Thresholds Change Behavior

By default, classification uses threshold 0.5.

We can change it.

def predict_with_threshold(probs, threshold=0.5):
    return (probs >= threshold).astype(int)

Compare metrics at different thresholds.

thresholds = [0.3, 0.5, 0.7]

rows = []
for t in thresholds:
    y_t = predict_with_threshold(y_prob, threshold=t)
    rows.append({
        "threshold": t,
        "precision": precision_score(y_test, y_t),
        "recall": recall_score(y_test, y_t),
        "f1": f1_score(y_test, y_t)
    })

pd.DataFrame(rows)
threshold precision recall f1
0 0.3 0.647059 0.970588 0.776471
1 0.5 0.680328 0.813725 0.741071
2 0.7 0.786885 0.470588 0.588957

Lower thresholds usually increase recall.
Higher thresholds usually increase precision.


ROC Curve and AUC

The ROC curve summarizes performance across thresholds.

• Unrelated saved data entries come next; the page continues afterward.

/**
 * Webs of I-shapes under a concentrated force on a flange (a load or a reaction), AISC 360-22
 * J10 without stiffeners: J10.2 web local yielding, J10.3 web crippling, J10.4 web sidesway
 * buckling and J10.5 web compression buckling (a pair of forces on both flanges).
 *
 * Status: equations and factors from memory of the Specification (360-16 numbering J10-2 …
 * J10-8, unchanged in 360-22 as far as recalled; engineering reference C.7, tagged "verify").
 * Checked here against the equations only: no published worked example was recalled.
 */
import { assertFinite } from '../../model/issue';
import { US } from '../../units';
import type { ResistanceFactors } from './resistance';

/** The nominal strength of one limit state, or `applies: false` where the clause excludes it. */
export type WebForceStrength =
	| {
			applies: true;
			/** Nominal strength Rn, N. */
			Rn: number;
			factors: ResistanceFactors;
			/** e.g. `AISC 360-22 J10.3 (J10-5a)`. */
			clause: string;
			/** The intermediate values the report shows. */
			values: Record<string, number>;
	  }
	| { applies: false; clause: string; reason: string; values: Record<string, number> };

/** Inputs of {@link computeWebLocalYielding}; mm, MPa. */
export interface WebLocalYieldingInput {
	/** Web yield stress Fyw, MPa; web thickness tw, mm. */
	Fyw: number;
	tw: number;
	/** k: outer face of the flange to the web toe of the fillet, mm. */
	k: number;
	/** Bearing length lb, mm (not less than k for end reactions — the caller's rule). */
	lb: number;
	/** Member depth d and the distance from the member end to the force, mm. */
	d: number;
	distanceFromEnd: number;
}

/**
 * J10.2 web local yielding, φ = 1.00, Ω = 1.50: distance from the end > d:
 * Rn = Fyw·tw·(5k + lb) (J10-2); otherwise Rn = Fyw·tw·(2.5k + lb) (J10-3).
 * @example // W18x50 (tw 0.355 in, kdes 0.972 in), lb = 4 in, interior, Fy 50 ksi ≈ 157.2 kips
 * computeWebLocalYielding({ Fyw: 344.7, tw: 9.02, k: 24.69, lb: 101.6, d: 457.2, distanceFromEnd: 2000 })
 */
export function computeWebLocalYielding(o: WebLocalYieldingInput): WebForceStrength {
	const interior = o.distanceFromEnd > o.d;
	const Rn = o.Fyw * o.tw * ((interior ? 5 : 2.5) * o.k + o.lb);
	return {
		applies: true,
		Rn: assertFinite(Rn, 'AISC J10.2 Rn'),
		factors: { phi: 1.0, omega: 1.5 },
		clause: `AISC 360-22 J10.2 (${interior ? 'J10-2' : 'J10-3'})`,
		values: { k: o.k, lb: o.lb, distanceFromEnd: o.distanceFromEnd }
	};
}

/** Inputs of {@link computeWebCrippling}; mm, MPa. */
export interface WebCripplingInput {
	tw: number;
	tf: number;
	d: number;
	lb: number;
	E: number;
	Fyw: number;
	distanceFromEnd: number;
	/** Qf = 1.0 for W-shapes (default). */
	Qf?: number;
}

/**
 * J10.3 web crippling, φ = 0.75, Ω = 2.00, with S = √(E·Fyw·tf/tw), r = (tw/tf)^1.5:
 * at ≥ d/2 from the end Rn = 0.80·tw²·[1 + 3(lb/d)·r]·S·Qf (J10-4); nearer the end,
 * lb/d ≤ 0.2: Rn = 0.40·tw²·[1 + 3(lb/d)·r]·S·Qf (J10-5a); lb/d > 0.2:
 * Rn = 0.40·tw²·[1 + (4lb/d − 0.2)·r]·S·Qf (J10-5b).
 * @example // W18x50, lb = 4 in at the end (lb/d = 0.22): J10-5b
 * computeWebCrippling({ tw: 9.02, tf: 14.48, d: 457.2, lb: 101.6, E: 199948, Fyw: 344.7, distanceFromEnd: 0 })
 */
export function computeWebCrippling(o: WebCripplingInput): WebForceStrength {
	const Qf = o.Qf ?? 1;
	const S = Math.sqrt((o.E * o.Fyw * o.tf) / o.tw);
	const r = (o.tw / o.tf) ** 1.5;
	const ratio = o.lb / o.d;
	let Rn: number;
	let equation: string;
	if (o.distanceFromEnd >= o.d / 2) {
		Rn = 0.8 * o.tw ** 2 * (1 + 3 * ratio * r) * S * Qf;
		equation = 'J10-4';
	} else if (ratio <= 0.2) {
		Rn = 0.4 * o.tw ** 2 * (1 + 3 * ratio * r) * S * Qf;
		equation = 'J10-5a';
	} else {
		Rn = 0.4 * o.tw ** 2 * (1 + (4 * ratio - 0.2) * r) * S * Qf;
		equation = 'J10-5b';
	}
	return {
		applies: true,
		Rn: assertFinite(Rn, 'AISC J10.3 Rn'),
		factors: { phi: 0.75, omega: 2.0 },
		clause: `AISC 360-22 J10.3 (${equation})`,
		values: { lbOverD: ratio, Qf, distanceFromEnd: o.distanceFromEnd }
	};
}

/** Cr of J10.4 in MPa: 960 000 ksi where |Mu| < My (1.5|Ma| < My on ASD), else 480 000 ksi. */
export const CR_BELOW_YIELD = 960_000 * US.ksiToMPa;
export const CR_AT_YIELD = 480_000 * US.ksiToMPa;

/** Inputs of {@link computeWebSideswayBuckling}; mm. */
export interface WebSideswayInput {
	tw: number;
	tf: number;
	/** Web depth h (rolled: clear distance between flanges less the fillets), mm. */
	h: number;
	bf: number;
	/** Largest laterally unbraced length along either flange at the force, mm. */
	Lb: number;
	/**
	 * Whether the loaded (compression) flange is restrained against rotation. `'unknown'` takes
	 * the lower of the two cases that apply: J10-7 for ρ ≤ 1.7, but J10-6 for 1.7 < ρ ≤ 2.3
	 * (assuming "free to rotate" alone would drop the check there, which is not cautious).
	 */
	compressionFlangeRestrained: boolean | 'unknown';
	/** True where the required moment at the force is below My (picks Cr). */
	momentBelowYield: boolean;
}

/**
 * J10.4 web sidesway buckling, φ = 0.85, Ω = 1.76, for a compressive force on a flange where
 * the loaded flange and the tension flange are not both held against relative lateral
 * movement at the force (the caller decides that it applies). With ρ = (h/tw)/(Lb/bf):
 * flange restrained against rotation, ρ ≤ 2.3: Rn = (Cr·tw³·tf/h²)·[1 + 0.4ρ³] (J10-6);
 * not restrained, ρ ≤ 1.7: Rn = (Cr·tw³·tf/h²)·[0.4ρ³] (J10-7); beyond those limits the limit
 * state does not apply.
 */
export function computeWebSideswayBuckling(o: WebSideswayInput): WebForceStrength {
	if (o.compressionFlangeRestrained === 'unknown') {
		const free = computeWebSideswayBuckling({ ...o, compressionFlangeRestrained: false });
		const held = computeWebSideswayBuckling({ ...o, compressionFlangeRestrained: true });
		if (!free.applies) return held;
		return held.applies && held.Rn < free.Rn ? held : free;
	}
	const rho = o.h / o.tw / (o.Lb / o.bf);
	const Cr = o.momentBelowYield ? CR_BELOW_YIELD : CR_AT_YIELD;
	const limit = o.compressionFlangeRestrained ? 2.3 : 1.7;
	const values = { rho, limit, Cr };
	if (rho > limit) {
		const reason = `(h/tw)/(Lb/bf) = ${rho.toFixed(2)} > ${limit}: web sidesway buckling does not apply.`;
		return { applies: false, clause: 'AISC 360-22 J10.4', reason, values };
	}
	const base = (Cr * o.tw ** 3 * o.tf) / o.h ** 2;
	const Rn = o.compressionFlangeRestrained ? base * (1 + 0.4 * rho ** 3) : base * 0.4 * rho ** 3;
	return {
		applies: true,
		Rn: assertFinite(Rn, 'AISC J10.4 Rn'),
		factors: { phi: 0.85, omega: 1.76 },
		clause: `AISC 360-22 J10.4 (${o.compressionFlangeRestrained ? 'J10-6' : 'J10-7'})`,
		values
	};
}

/**
 * J10.5 web compression buckling under a pair of forces on both flanges at the same section,
 * φ = 0.90, Ω = 1.67: Rn = 24·tw³·√(E·Fyw)·Qf/h (J10-8), halved when the pair is nearer the
 * member end than d/2.
 */
export function computeWebCompressionBuckling(o: {
	tw: number;
	h: number;
	d: number;
	E: number;
	Fyw: number;
	distanceFromEnd: number;
	Qf?: number;
}): WebForceStrength {
	const Qf = o.Qf ?? 1;
	const nearEnd = o.distanceFromEnd < o.d / 2;
	const Rn = ((24 * o.tw ** 3 * Math.sqrt(o.E * o.Fyw) * Qf) / o.h) * (nearEnd ? 0.5 : 1);
	return {
		applies: true,
		Rn: assertFinite(Rn, 'AISC J10.5 Rn'),
		factors: { phi: 0.9, omega: 1.67 },
		clause: `AISC 360-22 J10.5 (J10-8${nearEnd ? ', halved within d/2 of the end' : ''})`,
		values: { Qf, distanceFromEnd: o.distanceFromEnd, nearEnd: nearEnd ? 1 : 0 }
	};
}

import matplotlib.pyplot as plt
from sklearn.metrics import roc_curve, roc_auc_score

fpr, tpr, thr = roc_curve(y_test, y_prob)
auc = roc_auc_score(y_test, y_prob)

auc
0.6511156186612576

Plot the ROC curve.

fig, ax = plt.subplots()
ax.plot(fpr, tpr)
ax.set_xlabel("False Positive Rate")
ax.set_ylabel("True Positive Rate")
ax.set_title("ROC Curve")
plt.show()

AUC ranges from 0.5 (no skill) to 1.0 (perfect separation).


Cross-Validation

A single train/test split can be noisy.

Cross-validation provides a more stable estimate of generalization.

from sklearn.model_selection import cross_val_score

scores = cross_val_score(clf, X, y, cv=5, scoring="f1")
scores, scores.mean()
(array([0.74782609, 0.75862069, 0.80869565, 0.74178404, 0.79475983]),
 np.float64(0.7703372583343606))

Looking Ahead

In the next lesson, we will focus on overfitting and regularization.

The goal is not to chase metrics.

The goal is to build models that generalize.